I've seen them before but they were $100 which I would never pay for flip flops.


----------



## Shimmer (Apr 25, 2008)

I'm going to say no, they are probably not worth the money. They feel very similar to a pair of reef flip flops I have & don't really feel like they're 'forcing' me to do extra work at all.
If you want some shoes like that, I'm going to whole heartedly recommend the Vibram 5Fingers or MBTs.  5Fingers aren't the cutest shoes in the world, but you'll always encounter people who want to know about them, and they FREAKING WORK. I love them.


----------



## Kuuipo (Apr 27, 2008)

I know a number of nurses who swear by MBT's and would pay any amount of money for them. One woman I spoke with has 6 pairs.


----------



## MAC_Diva (Apr 27, 2008)

I work for a retail store [that shall remain nameless, for now 
	

	
	
		
		

		
		
	


	




] and we do sell the fit flops. I have customers come in very sceptical about them, and they come back within the month and buy a second pair! The customers range from early 20s to late 60s, so don't feel to bad that they will look ridiculous on you. After seeing tons of people try them on, they look best on small feet, like a 8 or smaller. Also, I just found out today that they are only meant to be worn for 3 hours or less, because after that you can strain the muscles in your legs. For the next couple of weeks, I get a 50% discount on them [or $25 for the pair], and i'm thinking about buying them, because we can wear them to work for the summer! [only after a great pedicure of course 
	

	
	
		
		

		
		
	


	




]. If I do decide to get them, i'll keep ya posted on any changes.

Hope this doesn't sound too dull. I'm really tired! Hope this helps!


----------



## KikiB (Apr 28, 2008)

Well working at same store as MAC_Diva, we got a ton of online returns of them last year because that's where they were available, so I was able to pick a pair up and I do like them. The thing with them is that if you do not have a naturally heel-toe step, you aren't going to feel as much benefit. I am very flat-footed, and the wobbleboard action that the sole has does not go well with the flatness of my step. However I am consciously going to try walking heel-toe from now on and see if this can put a little kick into my walk to and from the bus stop. It's really good worn when walking uphill-you get quite the workout that way (since you naturally have a heel-toe step that way). I just got my second pair yesterday, and they are so good. Just wearing them my feet feel more supported.


----------



## jetplanesex (Apr 28, 2008)

I also work in a department store, in shoes specifically and I was pretty skeptical about these bad boys at first... until one day when i forgot to bring a pair of flats to work and six hours later my feet were cramping from my five inch heels :/ A TON of customers had asked me if they really worked so I decided to try them that night. They were comfy and I swear to god the next day my butt was super sore! If I had the time and place to wear them a ton, I would, but as I work a lot and I can't wear these to work, I haven't purchased any...


----------



## Shimmer (Apr 28, 2008)

Quote:

   Originally Posted by *KikiB* 

 
_Well working at same store as MAC_Diva, we got a ton of online returns of them last year because that's where they were available, so I was able to pick a pair up and I do like them. The thing with them is that if you do not have a naturally heel-toe step, you aren't going to feel as much benefit. I am very flat-footed, and the wobbleboard action that the sole has does not go well with the flatness of my step. However I am consciously going to try walking heel-toe from now on and see if this can put a little kick into my walk to and from the bus stop. It's really good worn when walking uphill-you get quite the workout that way (since you naturally have a heel-toe step that way). I just got my second pair yesterday, and they are so good. Just wearing them my feet feel more supported._

 
We're not supposed to have a heel / toe strike, we're supposed to have a mid sole to toe strike, because in doing so, our feet can properly absorb the impact of walking/running. 

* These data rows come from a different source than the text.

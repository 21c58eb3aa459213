import { readStandingChecks as contract } from '@/services/contracts/checks';
import { route } from '@/services/http/route';
import { standingChecks } from '@/services/process-checks/list-checks';

export const GET = route({
  contract,
  who: 'see-equipment',
  event: null,
  call: (reading) => standingChecks(reading),
});
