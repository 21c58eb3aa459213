import { retireEquipment as contract } from '@/services/contracts/equipment';
import { retireEquipment } from '@/services/equipment/keep-equipment';
import { route } from '@/services/http/route';

export const POST = route({
  contract,
  who: 'keep-equipment',
  event: 'equipment-retired',
  call: (work, { params, body }) => retireEquipment(work, params.id, body.reason),
});
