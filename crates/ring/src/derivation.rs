//! The derivation of a ring.

use crate::layout::Layout;
use crate::meter::Meter;
use crate::polynomial::Term;
use crate::product::{collect_accumulators, product};
use crate::sum::merge;
use crate::{Monomial, Polynomial, Ring};
use linform_scalar::{Control, Integer, Stop};
use std::collections::BinaryHeap;
use std::collections::binary_heap::PeekMut;

/// The most shifted copies of an element that are merged; beyond, products are formed.
const MOST_SHIFTS: usize = 64;
/// The largest array of accumulators.
const MOST_ACCUMULATORS: u64 = 1 << 22;

/// A term of the derivation: `factor · number · ∂/∂symbol`.
struct Shift<'a> {
    symbol: usize,
    factor: &'a Monomial,
    number: Integer,
}

impl Ring {
    /// The derivative of an element, `Σ_g ∂p/∂g · g′ + ∂p/∂t`.
    ///
    /// # Errors
    ///
    /// [`Stop::SizeLimit`] if an exponent or the number of terms would exceed its bound; what `control` says.
    ///
    /// # Complexity
    ///
    /// One coefficient product for each term of the element and each term of the derivatives, if those are few;
    /// otherwise one product of polynomials for each generator.
    pub fn derive(&self, element: &Polynomial, control: &dyn Control) -> Result<Polynomial, Stop> {
        control.proceed()?;
        let degrees = element.degrees();
        let one = Monomial::one();
        let occurring: Vec<usize> = (0..self.symbols().generators())
            .filter(|&generator| degrees.exponent(generator) > 0)
            .collect();
        let denominator = occurring.iter().fold(Integer::ONE, |common, &generator| {
            common.lcm(self.derivative_of(generator).denominator())
        });
        let mut shifts = Vec::new();
        for &generator in &occurring {
            let derivative = self.derivative_of(generator);
            let scale = denominator.div_exact(derivative.denominator());
            shifts.extend(derivative.iter().map(|(factor, coefficient)| Shift {
                symbol: generator,
                factor,
                number: coefficient * &scale,
            }));
        }
        if let Some(variable) = self.symbols().variable()
            && degrees.exponent(variable) > 0
        {
            shifts.push(Shift {
                symbol: variable,
                factor: &one,
                number: denominator.clone(),
            });
        }
        let terms = match box_of(&degrees, &shifts) {
            Some(layout) if shifts.len() <= MOST_SHIFTS => {
                derive_shifted(&layout, element.terms(), &shifts, control)?
            }
            _ => self.derive_by_products(element, &denominator, control)?,
        };
        Ok(Polynomial::normalised(
            terms,
            element.denominator() * &denominator,
        ))
    }

    fn derive_by_products(
        &self,
        element: &Polynomial,
        denominator: &Integer,
        control: &dyn Control,
    ) -> Result<Vec<Term>, Stop> {
        let mut sum = match self.symbols().variable() {
            Some(variable) => partial(element.terms(), variable),
            None => Vec::new(),
        };
        sum.iter_mut()
            .for_each(|(_, coefficient)| *coefficient *= denominator);
        for generator in 0..self.symbols().generators() {
            let derivative = self.derivative_of(generator);
            let part = partial(element.terms(), generator);
            if part.is_empty() || derivative.is_zero() {
                continue;
            }
            let summand = product(None, &part, derivative.terms(), control)?;
            let scale = denominator.div_exact(derivative.denominator());
            sum = merge(&sum, &Integer::ONE, &summand, &scale);
        }
        Ok(sum)
    }
}

/// The partial derivative.
fn partial(terms: &[Term], symbol: usize) -> Vec<Term> {
    let unit = Monomial::power(symbol, 1).unwrap_or_default();
    let lowered = |(monomial, coefficient): &Term| {
        let exponent = Integer::from(u32::from(monomial.exponent(symbol)));
        Some((monomial.div(&unit)?, coefficient * &exponent))
    };
    terms.iter().filter_map(lowered).collect()
}

/// A box for the element and its derivative, or nothing if it is too large or an exponent might be.
fn box_of(degrees: &Monomial, shifts: &[Shift<'_>]) -> Option<Layout> {
    let mut top = degrees.clone();
    for shift in shifts {
        let lowered = degrees.div(&Monomial::power(shift.symbol, 1)?)?;
        top = top.lcm(&lowered.checked_mul(shift.factor)?);
    }
    Layout::new(&top)
}

/// The sum of the shifted copies of the element, each of which is in order already.
fn derive_shifted(
    layout: &Layout,
    terms: &[Term],
    shifts: &[Shift<'_>],
    control: &dyn Control,
) -> Result<Vec<Term>, Stop> {
    let mut meter = Meter::new(control);
    let numbers = layout.numbers(terms);
    // A shift may lower the number; adding modulo 2^64 subtracts.
    let steps: Vec<u64> = shifts
        .iter()
        .map(|shift| {
            let unit = Monomial::power(shift.symbol, 1).unwrap_or_default();
            layout
                .number(shift.factor)
                .wrapping_sub(layout.number(&unit))
        })
        .collect();
    let pairs = (terms.len() * shifts.len()) as u64;
    let length = terms.iter().map(|(_, c)| c.bits()).max().unwrap_or(0);
    let length_of_factors = shifts.iter().map(|shift| shift.number.bits()).max();
    let length_of_factors = length_of_factors.unwrap_or(0);
    if layout.size() > MOST_ACCUMULATORS || layout.size() > pairs.saturating_mul(8) {
        return merged(layout, terms, &numbers, shifts, &steps, &mut meter);
    }
    // An exponent has 15 bits, a sum of at most 64 shifted copies six more, and there is the sign.
    if length + length_of_factors + 22 < 128 {
        let mut sums = vec![0i128; layout.size() as usize];
        for (shift, step) in shifts.iter().zip(&steps) {
            let number = word_of(&shift.number);
            meter.work(terms.len())?;
            for ((monomial, coefficient), place) in terms.iter().zip(&numbers) {
                let exponent = monomial.exponent(shift.symbol);
                if exponent > 0 {
                    let factor = number * i128::from(exponent);
                    sums[place.wrapping_add(*step) as usize] += word_of(coefficient) * factor;
                }
            }
        }
        collect_accumulators(layout, sums, |&sum| sum == 0, Integer::from, &mut meter)
    } else {
        let mut sums = vec![Integer::ZERO; layout.size() as usize];
        for (shift, step) in shifts.iter().zip(&steps) {
            for ((monomial, coefficient), place) in terms.iter().zip(&numbers) {
                let exponent = monomial.exponent(shift.symbol);
                if exponent > 0 {
                    meter.work(8)?;
                    let factor = &shift.number * &Integer::from(u32::from(exponent));
                    sums[place.wrapping_add(*step) as usize].add_product(coefficient, &factor);
                }
            }
        }
        collect_accumulators(layout, sums, Integer::is_zero, |sum| sum, &mut meter)
    }
}

fn word_of(value: &Integer) -> i128 {
    value.to_i128().expect("the lengths were looked at")
}

/// The same by merging the copies, for elements that are sparse in their box.
fn merged(
    layout: &Layout,
    terms: &[Term],
    numbers: &[u64],
    shifts: &[Shift<'_>],
    steps: &[u64],
    meter: &mut Meter<'_>,
) -> Result<Vec<Term>, Stop> {
    // The first term from `start` on that holds the symbol of a shift: its place in the result and its index.
    let next = |which: usize, start: usize| {
        let rest = terms[start..].iter();
        let holds = |(monomial, _): &Term| monomial.exponent(shifts[which].symbol) > 0;
        let index = start + rest.clone().position(holds)?;
        Some((numbers[index].wrapping_add(steps[which]), index))
    };
    let mut heap: BinaryHeap<(u64, usize, usize)> = (0..shifts.len())
        .filter_map(|which| next(which, 0).map(|(place, index)| (place, which, index)))
        .collect();
    let mut result: Vec<Term> = Vec::new();
    while let Some(&(place, ..)) = heap.peek() {
        let mut sum = Integer::ZERO;
        while let Some(mut entry) = heap.peek_mut()
            && entry.0 == place
        {
            meter.work(4)?;
            let (_, which, index) = *entry;
            let (monomial, coefficient) = &terms[index];
            let exponent = u32::from(monomial.exponent(shifts[which].symbol));
            let factor = &shifts[which].number * &Integer::from(exponent);
            sum.add_product(coefficient, &factor);
            match next(which, index + 1) {
                Some((place, index)) => *entry = (place, which, index),
                None => {
                    PeekMut::pop(entry);
                }
            }
        }
        if !sum.is_zero() {
            meter.term(&sum)?;
            result.push((layout.monomial(place), sum));
        }
    }
    Ok(result)
}

#[cfg(test)]
mod tests {
    use super::*;
    use crate::Symbols;
    use linform_scalar::{Rational, Unlimited};
    use proptest::prelude::*;

    fn ring() -> Ring {
        let names = |list: &[&str]| list.iter().map(|s| s.to_string()).collect::<Vec<_>>();
        let symbols = Symbols::new(names(&["u", "v"]), Some("t".into()), names(&["c"]));
        let rules = ["1/2*v^2 - c*t + 3", "1/3*u*v - t^2*v^3 + 5*u"];
        let rules = rules
            .iter()
            .map(|rule| symbols.parse(rule).unwrap())
            .collect();
        Ring::new(symbols, rules).unwrap()
    }

    fn elements() -> impl Strategy<Value = Polynomial> {
        let exponent = prop_oneof![4 => 0u16..4, 1 => 0u16..300];
        let coefficient = prop_oneof![(-3i128..4), Just(i128::from(i64::MIN)), any::<i128>()];
        let term = (
            proptest::collection::vec(exponent, 0..5),
            coefficient,
            1i64..5,
        );
        proptest::collection::vec(term, 0..12).prop_map(|terms| {
            Polynomial::from_terms(terms.into_iter().map(|(exponents, n, d)| {
                let monomial =
                    Monomial::from_exponents(&exponents[..exponents.len().min(4)]).unwrap();
                (monomial, Rational::new(n, d).unwrap())
            }))
        })
    }

    proptest! {
        #![proptest_config(crate::testing::cases(96))]

        #[test]
        fn every_way_gives_the_derivative(element in elements()) {
            let ring = ring();
            let derivative = ring.derive(&element, &Unlimited).unwrap();
            prop_assert!(derivative.is_canonical());
            let six = Integer::from(6);
            let by_products = ring.derive_by_products(&element, &six, &Unlimited).unwrap();
            let denominator = element.denominator() * &six;
            prop_assert_eq!(Polynomial::normalised(by_products, denominator), derivative.clone());
            // The sparse way on an element that takes the dense one by itself, and the other way round.
            let degrees = element.degrees();
            let one = Monomial::one();
            let mut shifts = vec![Shift { symbol: 2, factor: &one, number: six.clone() }];
            for generator in 0..2 {
                let rule = ring.derivative_of(generator);
                let scale = six.div_exact(rule.denominator());
                shifts.extend(rule.iter().map(|(factor, c)| Shift { symbol: generator, factor, number: c * &scale }));
            }
            shifts.retain(|shift| degrees.exponent(shift.symbol) > 0);
            let layout = box_of(&degrees, &shifts).unwrap();
            let numbers = layout.numbers(element.terms());
            let steps: Vec<u64> = shifts.iter().map(|shift| {
                layout.number(shift.factor).wrapping_sub(layout.number(&Monomial::power(shift.symbol, 1).unwrap()))
            }).collect();
            let terms = merged(&layout, element.terms(), &numbers, &shifts, &steps, &mut Meter::new(&Unlimited)).unwrap();
            prop_assert_eq!(Polynomial::normalised(terms, element.denominator() * &six), derivative);
        }
    }

    #[test]
    fn an_exponent_that_outgrows_its_field_is_a_size_limit() {
        let ring = ring();
        let high = Polynomial::monomial(Monomial::from_exponents(&[0, 32767]).unwrap(), 1.into());
        assert_eq!(ring.derive(&high, &Unlimited), Err(Stop::SizeLimit));
        let constant = Polynomial::monomial(
            Monomial::from_exponents(&[0, 0, 0, 32767]).unwrap(),
            1.into(),
        );
        assert_eq!(ring.derive(&constant, &Unlimited), Ok(Polynomial::zero()));
    }
}
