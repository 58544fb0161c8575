//! Sparse multivariate polynomials over ℚ with a derivation.
//!
//! A [`Polynomial`] is plain data in one normal form; [`Symbols`] names its symbols, and a [`Ring`] adds the
//! derivation. Both are passed first and elements carry no pointer to them. A ring's gradings are found by
//! integer linear algebra ([`Ring::gradings`]).
//!
//! *Invariant*: no floating point, no input or output, no clock.

mod derivation;
mod division;
mod format;
mod gcd;
mod grading;
mod lattice;
mod layout;
mod meter;
mod monomial;
mod parse;
mod polynomial;
mod product;
mod ring;
mod split;
mod sum;
mod symbols;
#[cfg(test)]
mod testing;

pub use grading::Grading;
pub use monomial::Monomial;
pub use parse::ParseError;
pub use polynomial::Polynomial;
pub use product::{PowerMethod, ProductMethod};
pub use ring::{Ring, RingError};
pub use symbols::Symbols;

Since I started wearing my 5fingers, I've corrected my stride to a midsole strike when walking and running & the difference it's made in my feet, ankles, calves, and knees is astounding.


----------



## Pink Lady (Apr 29, 2008)

Thank you all for your responses. I am still considering them but will definitely check out the 5fingers also. Thank you ladies. For those trying them, can you keep me posted? It's also good to know that they're only meant to be worn for 3 hours. My friend was planning on wearing them all day to walk around our university campus!


----------



## Pink Lady (Apr 29, 2008)

Quote:

   Originally Posted by *Shimmer* 

 
_We're not supposed to have a heel / toe strike, we're supposed to have a mid sole to toe strike, because in doing so, our feet can properly absorb the impact of walking/running. 

Since I started wearing my 5fingers, I've corrected my stride to a midsole strike when walking and running & the difference it's made in my feet, ankles, calves, and knees is astounding._

 
Now I really want to check them out!


----------



## Shimmer (Apr 29, 2008)

Just a forewarning...they're rather ugly.  They look like frogs feet.


----------



## frocher (Apr 29, 2008)

These seem to be a cheaper alternative to MBTs.  MBTs really do work to give an extra workout.


----------



## Stormy (May 25, 2008)

The MBTs are that good, huh?  Where do you see a difference, in the toning of your legs?


----------